The main aim of this study is to find out if one of the drugs routinely used in frozen embryo transfer (FET) cycles is beneficial. Some clinics such as ours routinely administer the drug Cetrotide to patients as part of a medicated FET cycle, although not all clinics do this.

It is thought the effect of Cetrotide on the body reduces the chances of FET cycles being cancelled, but we do not know if this is correct. The cancellation rate for FET cycles is thought to be small (around 5%) and using Cetrotide is not thought to make any difference to the change of having a baby following the FET cycle. Cetrotide is a safe medication, given as an injection, but we believe that patients will prefer not to use medication if it is shown to be unnecessary.

This study aims to compare cycles of FET, either with or without Cetrotide, in women/couples over the next 18 months to find out whether there is any difference in cycle cancellations and other outcomes including preference by patients.


Ginny Mounce
Oxford Fertility/University of Oxford


Start date: July 2018
Delivery date: January 2020


Prof.

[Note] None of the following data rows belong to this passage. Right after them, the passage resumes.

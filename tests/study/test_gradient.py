"""Exact derivatives against differences: every outcome, every kind of number, bundled cases."""

from __future__ import annotations

from typing import Any

import numpy as np
import pytest
from devices import case as make_case
from devices import pixel, tandem
from gradient_cases import bundled, differences, question, values_of

from optics.device.address import addresses
from optics.device.case import Case
from optics.device.direction import why_not_differentiable
from optics.device.errors import CaseError
from optics.device.outcome_names import SIDES
from optics.study.evaluate import answer
from optics.study.gradient import values_and_gradient, why_no_derivative, why_no_gradient
from optics.study.outcomes import find_outcomes, outcome_names

# Step of a difference by the last words of a path: small on the scale on which outcomes vary,
# large against the engine's noise.
STEPS_NM = {"thickness_nm": 0.05, "decay_nm": 0.05, "width_nm": 0.05, "peak_nm": 0.2,
            "fwhm_nm": 0.2, "closest_approach_nm": 0.02, "at_nm": 0.1}  # fmt: skip

CASES: dict[str, tuple[list[float], list[str]]] = {
    "white-tandem": (
        [470.0, 540.0, 610.0],
        [
            "layers.ETL-yellow.thickness_nm",
            "layers.EML-blue.thickness_nm",
            "layers.cathode.thickness_nm",
            "layers.EIL.thickness_nm",
            "materials.lindenlicht-host.cauchy_nm.0",
            "materials.lindenlicht-etl-n.k",
            "emitters.blue.zone.decay_nm",
            "emitters.red.zone.at",
            "emitters.blue.exciton_fraction",
            "drive.charge_balance.yellow",
        ],
    ),
    "red-top-microcavity": (
        [600.0, 625.0, 650.0],
        [
            "layers.HTL.thickness_nm",
            "layers.EML.thickness_nm",
            "layers.cathode.thickness_nm",
            "layers.CPL.thickness_nm",
            "materials.lindenlicht-cpl.cauchy_nm.1",
            "materials.lindenlicht-red-host.cauchy_nm.0",
            "emitters.red.zone.width_nm",
            "emitters.red.spectrum.peak_nm",
            "emitters.red.order_parameter",
        ],
    ),
    "transparent-porthole": (
        [480.0, 520.0, 580.0],
        [
            "layers.cathode.thickness_nm",
            "layers.EML.thickness_nm",
            "materials.water.cauchy_nm.0",
            "materials.lindenlicht-etl.cauchy_nm.0",
            "substrate.thickness_mm",
            "emitters.aqua.spectrum.fwhm_nm",
            "emitters.aqua.vertical_fraction",
        ],
    ),
    "polymer-f8bt": (
        [530.0, 560.0, 600.0],
        [
            "layers.polymer.thickness_nm",
            "layers.HIL.thickness_nm",
            "emitters.f8bt.horizontal_fraction",
            "emitters.f8bt.zone.at",
            "emitters.f8bt.quantum_yield",
            "drive.voltage_V",
            "drive.current_density_mA_cm2",
        ],
    ),
    "silicon-microdisplay": (
        [500.0, 530.0, 560.0],
        [
            "layers.field-oxide.thickness_nm",
            "layers.anode.thickness_nm",
            "layers.planarizer.thickness_nm",
            "materials.lindenlicht-barrier-polymer.cauchy_nm.0",
            "drive.aperture_ratio",
            "drive.duty",
        ],
    ),
}


def step_of(case: Case, path: str) -> float:
    value = abs(float(case.value(path)))
    if path.startswith("materials"):
        return 1e-4 * value if value > 0.5 else 1e-2 * value
    return STEPS_NM.get(path.rpartition(".")[2], 1e-3 * max(value, 0.1))


def names_of(case: Case) -> list[str]:
    """Every outcome that has a derivative; curves at two angles."""
    names = list(outcome_names(case).plain)
    names += [f"{name}_{angle}" for name in outcome_names(case).curves for angle in (0, 55)]
    found = find_outcomes(case, {name: name for name in names})
    return [outcome.name for outcome in found if why_no_derivative(outcome) is None]


def assert_exact(case: Case, paths: list[str], names: list[str]) -> None:
    steps = {path: step_of(case, path) for path in paths}
    # The door refuses what no device has; those are moved inside first.
    asked = question(case, paths, names)
    assert not why_no_gradient(asked)
    values, gradient, reached = values_and_gradient(asked, values_of(asked))
    expected = differences(asked, steps)
    assert reached.derivative_error < 1e-8
    unit = np.array([1.0 if path.endswith("_nm") else abs(case.value(path)) for path in paths])
    # 1e-6 of the derivative; where it is small by chance, 1e-8 of the value per nm or per 100 %.
    room = 1e-6 * np.abs(expected) + 1e-8 * np.abs(values[:, None]) / unit
    wrong = np.abs(gradient - expected) > room + 1e-12
    wrong |= np.isnan(gradient) != np.isnan(expected)
    told = [
        (names[k], paths[p], gradient[k, p], expected[k, p]) for k, p in np.argwhere(wrong).tolist()
    ]
    assert not told, "\n".join(map(str, told))


@pytest.mark.slow
@pytest.mark.parametrize("stem", CASES)
def test_every_outcome_of_a_bundled_case(stem: str) -> None:
    wavelengths, paths = CASES[stem]
    case = bundled(stem, wavelengths)
    # Shares and fractions at 1 cannot be moved up; the case's own lie below.
    for path in ("drive.duty", "emitters.green.exciton_fraction"):
        if path in paths:
            case = case.replace(path, 0.8)
    assert_exact(case, paths, names_of(case))


# --- numbers that bundled cases do not have -------------------------------------------------------

ZONES: dict[str, dict[str, Any]] = {
    "uniform": {"shape": "uniform"},
    "point": {"shape": "point", "at": 0.4},
    "point from the top": {"shape": "point", "at_nm": 12.0, "from": "top"},
    "exponential": {"shape": "exponential", "from": "top", "decay_nm": 8.0},
    "gaussian": {"shape": "gaussian", "at": 0.3, "width_nm": 6.0},
}
FEW = ("external_quantum_efficiency", "emitters.green.purcell_factor", "destinations.absorbed",
       "destinations.surface_plasmon", "bottom.x_normal", "bottom.luminance_cd_m2_40")  # fmt: skip


def rich_pixel(zone: str, **substrate: Any) -> Case:
    """Return a pixel with absorbing glass, water below, birefringent and doped films."""
    document = pixel()
    document["wavelength"] = {"values_nm": [530, 570]}
    document["materials"] |= {
        "glass": {"n": 1.52, "k": 1e-8},
        "water": {"cauchy_nm": [1.3216, 4.1e3]},
        "host": {"n_ordinary": 1.80, "n_extraordinary": 1.68, "k_ordinary": 1e-4},
        "dye": {"n": 1.9, "k": 0.05},
        "etl": {"mix": {"htl": 0.9, "dye": 0.1}},
    }
    document["surroundings"] = {"bottom": "water"}
    document["substrate"] |= substrate
    document["emitters"][0] |= {"zone": ZONES[zone], "closest_approach_nm": 2.0}
    document["drive"] |= {"current_density_mA_cm2": 2.0}
    document["sides"] = {"bottom": {"polarizer_transmittance": 0.4}}
    return make_case(document)


MEDIA = [
    "materials.water.cauchy_nm.1", "materials.glass.n", "materials.glass.k", "materials.ito.k",
    "materials.host.n_ordinary", "materials.host.n_extraordinary", "materials.host.k_ordinary",
    "materials.dye.n", "materials.dye.k", "materials.metal.k", "substrate.thickness_mm",
    "sides.bottom.polarizer_transmittance",
]  # fmt: skip


@pytest.mark.parametrize("exit_kind", ["planar", "matched"])
def test_media_outside_and_inside(exit_kind: str) -> None:
    assert_exact(rich_pixel("uniform", exit=exit_kind), MEDIA, list(FEW))


@pytest.mark.parametrize("zone", ZONES)
def test_zones(zone: str) -> None:
    case = rich_pixel(zone)
    keys = [key for key in ZONES[zone] if key not in ("shape", "from")]
    paths = [f"emitters.green.zone.{key}" for key in keys]
    paths += ["layers.EML.thickness_nm", "layers.ETL.thickness_nm"]
    paths += [] if "point" in zone else ["emitters.green.closest_approach_nm"]
    assert_exact(case, paths, list(FEW))


def test_closest_approach_to_an_absorber_behind_a_thin_film() -> None:
    case = rich_pixel("uniform").replace("layers.ETL.thickness_nm", 1.0)
    case = case.replace_all({"materials.dye.k": 0.0, "emitters.green.closest_approach_nm": 3.0})
    paths = ["layers.ETL.thickness_nm", "emitters.green.closest_approach_nm"]
    assert_exact(case, paths, list(FEW))


def two_units() -> Case:
    """Return a tandem with a line, its metal far from resonance."""
    document = tandem()
    document["wavelength"] = {"values_nm": [540, 580]}
    document["materials"]["metal"] = {"n": 0.9, "k": 6.4}
    return make_case(document)


def test_lines_and_their_orientation() -> None:
    case = two_units().replace("emitters.red.horizontal_fraction", 0.7)
    paths = ["layers.CGL.thickness_nm", "emitters.red.order_parameter"]
    paths += ["drive.charge_balance.upper"]
    names = ["bottom.x_normal", "bottom.current_efficiency_cd_A", "chain.lower.guided"]
    assert_exact(case, paths, [*names, "emitters.red.order_parameter"])


def test_shares_of_a_unit_count_in_proportion() -> None:
    asked = question(
        two_units(),
        ["emitters.green.share"],
        ["external_quantum_efficiency", "emitters.green.external_quantum_efficiency"],
    )
    values, gradient, _ = values_and_gradient(asked, [0.7])
    assert gradient[:, 0] == pytest.approx(values[1] / 0.7, rel=1e-13)


def test_followers_move_with_their_leader() -> None:
    case, names = rich_pixel("uniform"), list(FEW)
    paths = ["layers.HTL.thickness_nm", "layers.ETL.thickness_nm"]
    apart = question(case.replace(paths[1], 60.0), paths, names)
    together = question(case, paths[:1], names, followers=[(paths[1], 0)])
    values, gradient, _ = values_and_gradient(apart, [60.0, 60.0])
    same, found, _ = values_and_gradient(together, [60.0])
    np.testing.assert_allclose(same, values, rtol=1e-12)
    np.testing.assert_allclose(found[:, 0], gradient.sum(axis=1), rtol=1e-7)


def test_values_are_those_of_plain_points() -> None:
    asked = question(rich_pixel("gaussian"), ["layers.ETL.thickness_nm"], list(FEW))
    values, _, reached = values_and_gradient(asked, [50.0])
    plain = answer(asked, [50.0])
    np.testing.assert_allclose(values, plain[: values.size], rtol=1e-13)
    assert reached.energy_balance == plain[values.size]
    assert reached.integration_error == plain[values.size + 1]


def test_dark_outcomes_are_not_numbers() -> None:
    case = rich_pixel("uniform").replace("drive.charge_balance", 0.0)
    names = ["outcoupling_efficiency", "bottom.x_normal", "bottom.relative_luminance_40"]
    asked = question(case, ["layers.HTL.thickness_nm"], [*names, "external_quantum_efficiency"])
    values, gradient, _ = values_and_gradient(asked, [60.0])
    assert np.isnan(values[:2]).all()
    assert np.isnan(gradient[:2]).all()
    assert values[3] == 0.0
    assert gradient[3, 0] == 0.0


# --- what has no derivative -----------------------------------------------------------------------


def test_what_has_no_derivative_says_why() -> None:
    case = rich_pixel("uniform")
    paths = ["materials.etl.mix.dye", "wavelength.values_nm.0", "layers.HTL.thickness_nm"]
    asked = question(case, paths, ["accuracy.energy_balance", "bottom.duv"])
    reasons = why_no_gradient(asked)
    assert set(reasons) == {*paths[:2], "accuracy.energy_balance", "bottom.duv"}
    assert "sum to 1" in reasons[paths[0]]
    with pytest.raises(CaseError) as caught:
        values_and_gradient(asked, values_of(asked))
    assert len(caught.value.faults) == 4


def test_every_number_of_a_case_has_a_derivative_or_a_reason() -> None:
    case = rich_pixel("gaussian")
    known, refused = set(), {}
    for path in addresses(case.document):
        if isinstance(case.value(path), int | float):
            reason = why_not_differentiable(case, path)
            if reason is None:
                known.add(path)
            else:
                refused[path] = reason
    assert set(refused) == {
        "wavelength.values_nm.0", "wavelength.values_nm.1",
        "materials.etl.mix.htl", "materials.etl.mix.dye",
    }  # fmt: skip
    assert {"layers.CAT.thickness_nm", "emitters.green.order_parameter"} <= known
    assert why_not_differentiable(case, "layers.CAT.material") == "it is no number"


def test_every_outcome_has_a_derivative_or_a_reason() -> None:
    case = rich_pixel("uniform")
    found = find_outcomes(case, {name: name for name in outcome_names(case).plain})
    reasons = {one.name: why_no_derivative(one) for one in found}
    without = {name for name, reason in reasons.items() if reason is not None}
    assert without == {"accuracy.energy_balance", "accuracy.integration_error"} | {
        f"{side}.{key}"
        for side in SIDES
        for key in (
            "peak_nm_normal", "dominant_wavelength_nm", "excitation_purity",
            "correlated_color_temperature_K", "duv", "color_rendering_index",
        )
    }  # fmt: skip
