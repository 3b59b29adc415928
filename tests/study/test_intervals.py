"""Intervals cover what they are to cover, as often as they say."""

from __future__ import annotations

from typing import NamedTuple

import numpy as np
import pytest
from scipy.stats import binom, norm

from optics.study.draws import Spread, draw
from optics.study.intervals import Estimate, as_estimates, estimates, quantile, share, wilson

SEEDS = 200
NORMAL = Spread("a", 0.0, "normal", 1.0)
# An interval that holds the truth in 95 % of all cases does so for at least as many seeds, with a
# probability of 1 - 1e-6.
LEAST = int(binom.ppf(1e-6, SEEDS, 0.95))


class Hits(NamedTuple):
    """How often an interval held the truth."""

    mean: int
    sd: int
    median: int
    tail: int
    share: int


def hits(samples: int) -> Hits:
    """Count over many seeds, for exp(0.3 (a + b)) of two normal numbers."""
    sigma = 0.3 * np.sqrt(2.0)
    mean = np.exp(0.5 * sigma**2)
    sd = mean * np.sqrt(np.expm1(sigma**2))
    truth = [mean, sd, 1.0, np.exp(norm.ppf(0.95) * sigma), norm.cdf(0.5)]
    limit = np.exp(0.5 * sigma)
    found = np.zeros(5, dtype=int)
    for seed in range(SEEDS):
        drawn = draw([NORMAL, NORMAL], [], samples, seed)
        values = np.exp(0.3 * drawn.values.sum(axis=1))

        def of(chosen: np.ndarray, values: np.ndarray = values) -> np.ndarray:
            some = values[chosen]
            return np.array([some.mean(), some.std(ddof=1)])

        every = [
            *as_estimates(*estimates(of, drawn.sequence)),
            quantile(values, 0.5, drawn.sequence),
            quantile(values, 0.95, drawn.sequence),
            share(values <= limit, drawn.sequence),
        ]
        for place, (one, true) in enumerate(zip(every, truth, strict=True)):
            assert one.low is not None
            assert one.high is not None
            found[place] += one.low <= true <= one.high
    return Hits(*found.tolist())


@pytest.mark.parametrize("samples", [512, pytest.param(2000, marks=pytest.mark.slow)])
def test_coverage_over_many_seeds(samples: int) -> None:
    found = hits(samples)
    assert min(found) >= LEAST, found


def test_intervals_are_narrower_than_those_of_independent_samples() -> None:
    """For a smooth average: that is what the sequences are for."""
    drawn = draw([NORMAL, NORMAL], [], 4096, 1)
    values = drawn.values.sum(axis=1)
    _, width = estimates(lambda chosen: np.array([values[chosen].mean()]), drawn.sequence)
    assert width is not None
    assert width[0] < 0.1 * 1.96 * values.std() / np.sqrt(values.size)


@pytest.mark.parametrize(
    ("hit", "count", "low", "high"),
    # Newcombe, Stat. Med. 17, 857 (1998), table I, score method without correction; from memory.
    [(81, 263, 0.2553, 0.3662), (15, 148, 0.0624, 0.1605), (0, 20, 0.0, 0.1611),
     (1, 29, 0.0061, 0.1718)],
)  # fmt: skip
def test_wilson_of_published_examples(hit: int, count: int, low: float, high: float) -> None:
    assert wilson(hit, count) == pytest.approx((low, high), abs=6e-5)


def test_shares_of_all_or_nothing_keep_an_open_interval() -> None:
    sequence = np.repeat(np.arange(16), 10)
    for inside, value in ((np.ones(160, dtype=bool), 1.0), (np.zeros(160, dtype=bool), 0.0)):
        found = share(inside, sequence)
        assert found.value == value
        assert found.low is not None
        assert found.high is not None
        assert found.high - found.low == pytest.approx(0.02345, abs=1e-4)


def test_what_is_unknown_is_none() -> None:
    found = as_estimates(np.array([1.0, np.nan, 2.0]), np.array([0.5, 0.1, np.nan]))
    assert found == [
        Estimate(1.0, 0.5, 1.5), Estimate(None, None, None), Estimate(2.0, None, None),
    ]  # fmt: skip
    assert found[0].half_width == 0.5
    assert found[2].half_width is None
    single = estimates(lambda chosen: np.array([7.0]), np.zeros(1, dtype=np.int64))
    assert single[1] is None
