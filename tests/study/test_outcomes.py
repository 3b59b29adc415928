"""Names of outcomes: full, short, ambiguous, misspelled, and their values."""

from __future__ import annotations

from dataclasses import fields

import pytest
from devices import case
from sweep_devices import coarse, two_emitters

import optics
from optics.device import outcome_names
from optics.device.errors import CaseError
from optics.device.outcome_names import SIDE_CURVES, SIDE_NUMBERS
from optics.outcome.efficiency import DESTINATIONS
from optics.outcome.side import SideAngular
from optics.study.outcomes import angles_needed, default_outcomes, find_outcomes, read_outcome


def keys_of(name: str, tandem: bool = False) -> tuple[str, ...]:
    (found,) = find_outcomes(case(two_emitters() if tandem else coarse()), {"here": name})
    return found.keys


def fault_of(name: str, tandem: bool = False) -> str:
    with pytest.raises(CaseError) as caught:
        keys_of(name, tandem)
    return str(caught.value)


def test_a_bare_name_is_the_devices_own_value() -> None:
    assert keys_of("external_quantum_efficiency", tandem=True) == ("external_quantum_efficiency",)
    assert keys_of("outcoupling_efficiency", tandem=True) == ("outcoupling_efficiency",)


def test_a_bare_name_that_one_emitter_has_will_do() -> None:
    assert keys_of("purcell_factor") == ("emitters", "green", "purcell_factor")
    assert keys_of("green.purcell_factor", tandem=True) == ("emitters", "green", "purcell_factor")


def test_an_ambiguous_name_lists_what_it_may_mean() -> None:
    said = fault_of("purcell_factor", tandem=True)
    assert said == (
        "my.toml: here: found purcell_factor, which may mean several; expected one of "
        "emitters.green.purcell_factor, emitters.red.purcell_factor, "
        "emitters.upper-green.purcell_factor"
    )
    assert "one of bottom.x_normal, top.x_normal" in fault_of("x_normal")
    assert "one of bottom.delta_uv_60, top.delta_uv_60" in fault_of("delta_uv_60")
    assert "destinations.guided, emitters.green.destinations.guided" in fault_of("guided")


@pytest.mark.parametrize(
    ("name", "near"),
    [
        ("external_quantum_eficiency", "external_quantum_efficiency"),
        ("destinations.giuded", "destinations.guided"),
        ("emitters.gren.purcell_factor", "emitters.green.purcell_factor"),
        ("bottom.delta_vu_60", "bottom.delta_uv_60"),
        ("bottom.luminance_normal_cd_m", "bottom.luminance_normal_cd_m2"),
    ],
)
def test_an_unknown_name_gets_the_nearest_one(name: str, near: str) -> None:
    said = fault_of(name)
    assert "no such outcome" in said
    assert said.endswith(f"(did you mean {near}?)")


def test_curves_need_an_angle_within_the_half_space() -> None:
    assert "such as bottom.delta_uv_60 for 60 degrees" in fault_of("bottom.delta_uv")
    assert "an angle from 0 to 90 degrees" in fault_of("bottom.delta_uv_95")


def test_all_faults_come_at_once() -> None:
    with pytest.raises(CaseError) as caught:
        find_outcomes(case(coarse()), {"a": "nonsense", "b": "x_normal", "c": "bottom.delta_uv"})
    assert [fault.key for fault in caught.value.faults] == ["a", "b", "c"]
    with pytest.raises(CaseError, match="purcell_factor again; expected each outcome once"):
        find_outcomes(case(coarse()), {"a": "purcell_factor", "b": "purcell_factor"})


def test_units_and_needs() -> None:
    names = [
        "destinations.guided",
        "bottom.current_efficiency_cd_A",
        "bottom.relative_luminance_45",
    ]
    found = find_outcomes(case(coarse()), {name: name for name in names})
    assert [one.units for one in found] == ["1", "cd A-1", "1"]
    assert [one.needs_angular for one in found] == [False, True, True]
    assert angles_needed(found) == (45.0,)


def test_values_are_those_of_the_results() -> None:
    device = case(two_emitters())
    seen = optics.angular(device, [0.0, 37.5])
    told = seen.budget.to_dict()
    expected = {
        "external_quantum_efficiency_matched": told["external_quantum_efficiency_matched"],
        "destinations.absorbed": told["destinations"]["absorbed"],
        "accuracy.energy_balance": told["accuracy"]["energy_balance"],
        "emitters.red.destinations.guided": told["emitters"][1]["destinations"]["guided"],
        "emitters.red.external_quantum_efficiency": (
            told["emitters"][1]["external_quantum_efficiency"]
        ),
        "chain.upper.nonradiative": told["chain"][1]["nonradiative"],
        "bottom.current_efficiency_cd_A": seen.sides["bottom"].current_efficiency_cd_A,
        "bottom.luminance_normal_cd_m2": None,  # no current is stated
        "bottom.relative_luminance_37.5": seen.sides["bottom"].relative_luminance[1],
        "bottom.luminance_cd_m2_37.5": None,
    }
    found = find_outcomes(device, {name: name for name in expected})
    assert {one.name: read_outcome(one, seen.budget, seen.sides) for one in found} == expected


def test_by_default_the_eqe_and_where_all_light_goes() -> None:
    device = case(coarse())
    outcome = optics.budget(device)
    found = find_outcomes(device, {name: name for name in default_outcomes()})
    eqe, *shares = (read_outcome(one, outcome) for one in found)
    assert eqe == outcome.external_quantum_efficiency
    assert sum(share or 0.0 for share in shares) == pytest.approx(1.0, abs=1e-6)


def test_names_are_those_of_the_results() -> None:
    """The names stand with the case, so that it can tell wrong ones; the results are elsewhere."""
    kinds = {one.name: str(one.type).split(" ")[0] for one in fields(SideAngular)}
    assert [name for name, kind in kinds.items() if kind == "Curve"] == list(SIDE_CURVES)
    assert [name for name, kind in kinds.items() if kind == "float"] == list(SIDE_NUMBERS[:-1])
    assert hasattr(SideAngular, SIDE_NUMBERS[-1])
    assert list(DESTINATIONS) == list(outcome_names.DESTINATIONS)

Tim Child
Oxford Fertility/University of Oxford, Dept Women’s & Reproductive Health

Dr Matt Noble Senior Clinical Research Fellow
Oxford Fertility/University of Oxford & Bristol

Dr Ginny Mounce
University of Oxford, Dept Women’s & Reproductive Health

Dr Charles Muteshi
Oxford Fertility/University of Oxford

Nikki Turner
Oxford Fertility

- Dr Matt Noble -

Administration of a GNRH antagonist involves multiple injections over several days, which is uncomfortable for women. Given that it may no be necessary, robust scientific investigation of the effect of omitting the GNRH-antagonist in medicated FET is essential.